In fact, it spectacularly fell apart.

But if Jane wanted to keep secrets, then he could keep them, too. “Yep. It all worked out exactly the way it was supposed to,” he repeated.

“Nik, I’m so proud of you.” She bit her lip. “Maybe I have no right to say that, but…” She took a shaky breath. “I really am.”

And damn it, here she was, stirring up all these emotions again. “I really love it,” he confided in a low voice. “It feels like I’m doing exactly what I’m meant to, you know?” Maybe his life hadn’t followed the flight path he’d mapped out a decade ago, but at least this part had landed in the right place.

To his surprise, Jane’s eyes filled.

Nik cocked his head. “Hey,” he murmured. “I didn’t mean to make you cry.”

Jane swiped at the moisture in her eyes. “I’m not crying.”

“You definitely are. What’s going on?”

She shook her head. “I’m just… I’m so relieved you’re happy.”

Nik blinked. Relieved? Had she worried that he wouldn’t be happy? He hated not knowing what she was thinking—that, somehow, he’d lost the right and had no idea why. He hated this distance between them.

A tear trickled from her eye and, before he could stop himself, Nik reached out to gently wipe it from Jane’s cheek. He half expected her to pull away, but instead, she leaned into him, turning her face into his palm.

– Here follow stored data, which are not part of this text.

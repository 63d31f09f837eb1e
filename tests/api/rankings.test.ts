import { afterAll, beforeAll, describe, expect, it } from 'vitest'
import { rankingAnswer } from '#shared/schemas/answers/ranking'
import type { RankingAnswer } from '#shared/types/ranking'
import { rankingRequestExample } from '../factories/requests'
import { post, unlimited } from './client'
import { startApp, type TestApp } from './harness'

let app: TestApp
beforeAll(async () => {
  app = await startApp(unlimited)
})
afterAll(() => app.stop())

async function rankings(request: unknown): Promise<RankingAnswer> {
  const { status, body } = await post(`${app.baseUrl}/api/rankings`, request)
  expect(status, JSON.stringify(body)).toBe(200)
  return body as unknown as RankingAnswer
}

describe('POST /api/rankings', () => {
  it('answers as the description says', async () => {
    expect(rankingAnswer.safeParse(await rankings(rankingRequestExample())).error).toBeUndefined()
  })

  it('ranks every design once, in order, the rest thin, nothing hidden', async () => {
    const { rows, thin, hidden } = await rankings(rankingRequestExample())
    const designs = [...rows, ...thin].map(({ design }) => design)
    expect(rows.map(({ rank }) => rank)).toEqual(rows.map((_, index) => index + 1))
    expect(rows.length).toBeGreaterThan(3)
    expect(new Set(designs).size).toBe(designs.length)
    expect(designs.length).toBeGreaterThanOrEqual(16)
    expect(hidden).toBe(0)
  })

  it('judges the own anchor at its own mass', async () => {
    const [first] = (await rankings(rankingRequestExample())).rows
    const { own } = await rankings({ ...rankingRequestExample(), own: { design: first?.design, massKg: 60 } })
    expect(own?.row.design).toBe(first?.design)
    expect(['holds', 'marginal', 'doesNotHold']).toContain(own?.verdict)
  })

  it('names its fit, and gives the same answer twice', async () => {
    const [once, again] = [await rankings(rankingRequestExample()), await rankings(rankingRequestExample())]
    expect(once.fit.id).toBeGreaterThan(0)
    expect(Number.isNaN(Date.parse(once.fit.at))).toBe(false)
    expect(again).toEqual(once)
  })

  it('gives no ranking where most of the mix has no number, and says so', async () => {
    const { rows, cautions, load } = await rankings({ ...rankingRequestExample(), seabeds: [{ seabed: 'rock', share: 0.7 }, { seabed: 'loose-sand', share: 0.3 }] })
    expect(rows).toEqual([])
    expect(cautions.length).toBeGreaterThan(0)
    expect(load.survey.totalN).toBeGreaterThan(0)
  })

  it('answers a load without bound with cautions and no rows', async () => {
    const request = rankingRequestExample()
    const { rows, load, rode } = await rankings({ ...request, swell: 'open', rode: { chain: request.rode.chain } })
    expect(rows).toEqual([])
    expect(load.survey.totalN).toBeNull()
    expect(rode).toBeNull()
  })

  it('may be kept by nobody', async () => {
    const { headers } = await post(`${app.baseUrl}/api/rankings`, rankingRequestExample(), { Origin: 'https://chandler.example' })
    expect(headers.get('cache-control')).toBe('private, no-store')
    expect(headers.get('vary')).toBe('Cookie, Authorization, Origin')
    expect(headers.get('access-control-allow-origin')).toBe('*')
    expect(headers.has('set-cookie')).toBe(false)
  })
})
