import pg from 'pg'
import { afterAll, beforeAll, describe, expect, it } from 'vitest'
import { connect, type Connection } from '../../server/db/client'
import { fitIdFor, insertFit, letStand, newestFitId, readFit } from '../../server/db/queries/fits'
import { countRigs, publishedPulls } from '../../server/db/queries/pulls'
import { transact } from '../../server/db/transact'
import { openQueue, queues, startQueue } from '../../server/jobs/queue'
import type { StoredFit } from '../../shared/types/holding'
import { makeWorld, pullRecords } from '../../seed/world'
import { createTestDatabase, startApp } from './harness'

let database: Awaited<ReturnType<typeof createTestDatabase>>
let connection: Connection

beforeAll(async () => {
  database = await createTestDatabase()
  connection = connect(database.url)
})
afterAll(async () => {
  await connection.close()
  await database.drop()
})

const refusal = async (statement: string) => {
  const client = new pg.Client({ connectionString: database.url })
  await client.connect()
  try {
    await client.query('begin')
    await client.query(statement)
    return null
  }
  catch (error) {
    return (error as { constraint?: string }).constraint ?? String(error)
  }
  finally {
    await client.end()
  }
}

describe('the database keeps its own house', () => {
  const pull = (columns: string, values: string) =>
    `insert into pulls (trial_id, ordinal, design_id, size_id, seabed, setting, first_try, held_n${columns}) values (1, 9999, 1, 1, ${values})`

  it.each([
    ['a size of another design', 'pulls_size_of_design', pull(', moved_n', '\'loose-sand\', \'set\', true, 100, 200').replace('1, 9999, 1, 1', '1, 9999, 1, (select max(id) from sizes where design_id <> 1)')],
    ['a seabed without a number', 'pulls_seabed_numbered', pull(', moved_n', '\'rock\', \'set\', true, 100, 200')],
    ['a step that moved at or below the one held', 'pulls_moved_above_held', pull(', moved_n', '\'loose-sand\', \'set\', true, 500, 500')],
    ['a load held without having set', 'pulls_never_set_held_nothing', pull('', '\'loose-sand\', \'neverSet\', false, 500')],
    ['a pull that says nothing', 'pulls_set_has_bracket', pull('', '\'loose-sand\', \'set\', true, 0')],
    ['a load that is not a number', 'pulls_held_range', pull('', '\'loose-sand\', \'set\', true, \'NaN\'')],
    ['an infinite load', 'pulls_held_range', pull('', '\'loose-sand\', \'set\', true, \'Infinity\'')],
    ['a veer without its outcome', 'pulls_veer_whole', pull(', veer_deg', '\'loose-sand\', \'set\', true, 500, 90')],
    ['a word that is not in the list', 'pulls_setting_known', pull('', '\'loose-sand\', \'perhaps\', true, 500')],
    ['a slug with a capital', 'designs_slug_form', 'insert into designs (slug, name, family) values (\'Xyz\', \'x\', \'claw\')'],
    ['an unknown family', 'designs_family_families_slug_fk', 'insert into designs (slug, name, family) values (\'xyz\', \'x\', \'none\')'],
    ['a negative price', 'sizes_price_range', 'insert into sizes (design_id, mass_kg, price_minor, price_currency, price_on) values (1, 1.5, -1, \'EUR\', \'2026-01-01\')'],
    ['a price without its currency', 'sizes_price_whole', 'insert into sizes (design_id, mass_kg, price_minor) values (1, 1.5, 100)'],
    ['a design deleted under its pulls', 'pulls_design_id_designs_id_fk', 'delete from designs where id = (select design_id from pulls limit 1)'],
  ])('refuses %s', async (_what, constraint, statement) => {
    expect(await refusal(statement)).toBe(constraint)
  })
})

describe('what is written comes back', () => {
  it('pulls reach the fit as the demo world made them', async () => {
    expect(await publishedPulls(connection.db)).toEqual(pullRecords(makeWorld()))
    expect(await countRigs(connection.db)).toBe(1)
  })

  it('a fit is stored whole in one transaction and read back equal, and the same data are not fitted twice', async () => {
    const { db } = connection
    const id = await newestFitId(db)
    const fit = await readFit(db, id ?? 0) as StoredFit
    expect(fit.seabeds.length).toBeGreaterThanOrEqual(9)
    for (const { designs, covariance } of fit.seabeds) expect(covariance).toHaveLength((designs.length + 1) ** 2)
    expect(await fitIdFor(db, fit.modelVersion, fit.dataHash)).toBe(id)
    await expect(db.transaction(tx => insertFit(tx, fit))).rejects.toThrow()
    const second = await db.transaction(tx => insertFit(tx, { ...fit, dataHash: 'another' }))
    // A stored fit is not the readers' one until it is let stand, and an older one can stand again.
    expect(await newestFitId(db)).toBe(id)
    await db.transaction(tx => letStand(tx, second))
    expect(await newestFitId(db)).toBe(second)
    await db.transaction(tx => letStand(tx, id ?? 0))
    expect(await newestFitId(db)).toBe(id)
    const { id: _first, at: _at, ...body } = fit
    expect(await readFit(db, second)).toMatchObject({ ...body, dataHash: 'another' })
  })

  it('nothing of a fit remains when its transaction fails', async () => {
    const { db } = connection
    const before = await newestFitId(db)
    const fit = await readFit(db, before ?? 0) as StoredFit
    await expect(db.transaction(async (tx) => {
      await insertFit(tx, { ...fit, dataHash: 'lost' })
      throw new Error('the day is over')
    })).rejects.toThrow('the day is over')
    expect(await newestFitId(db)).toBe(before)
  })
})

describe('the refit job', () => {
  it('runs when pulls change, and a server that is serving answers from the new fit', async () => {
    const app = await startApp()
    const other = connect(app.databaseUrl)
    const boss = openQueue(app.databaseUrl, () => {})
    try {
      const before = await newestFitId(other.db)
      await startQueue(boss)
      await transact(other.pool, async (_tx, plain) => {
        await plain.executeSql('update pulls set superseded_by_id = id where id = (select max(id) from pulls)', [])
        await boss.send(queues.refit, {}, { db: plain })
      })
      await expect.poll(() => newestFitId(other.db), { timeout: 55_000, interval: 250 }).not.toBe(before)
      const served = async () => (await (await fetch(`${app.baseUrl}/api/reference-boats`)).json() as { fit: { id: number } }).fit.id
      await expect.poll(served, { timeout: 5000 }).toBe(await newestFitId(other.db))
    }
    finally {
      await boss.stop({ graceful: false, close: true })
      await other.close()
      await app.stop()
    }
  })
})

And that’s when he knew. Just a few minutes ago, when she’d implied that maybe he’d gotten their relationship wrong all those years ago… that he’d gotten that night at the overlook wrong…

She was lying.

The connection between them had always been as natural as pulling air into their lungs. That hadn’t changed, and it wasn’t in the past. Since she’d taken off without a word, it was like they’d been holding their breath. And he realized, as their eyes connected, that for the first time in a decade, they could finally exhale.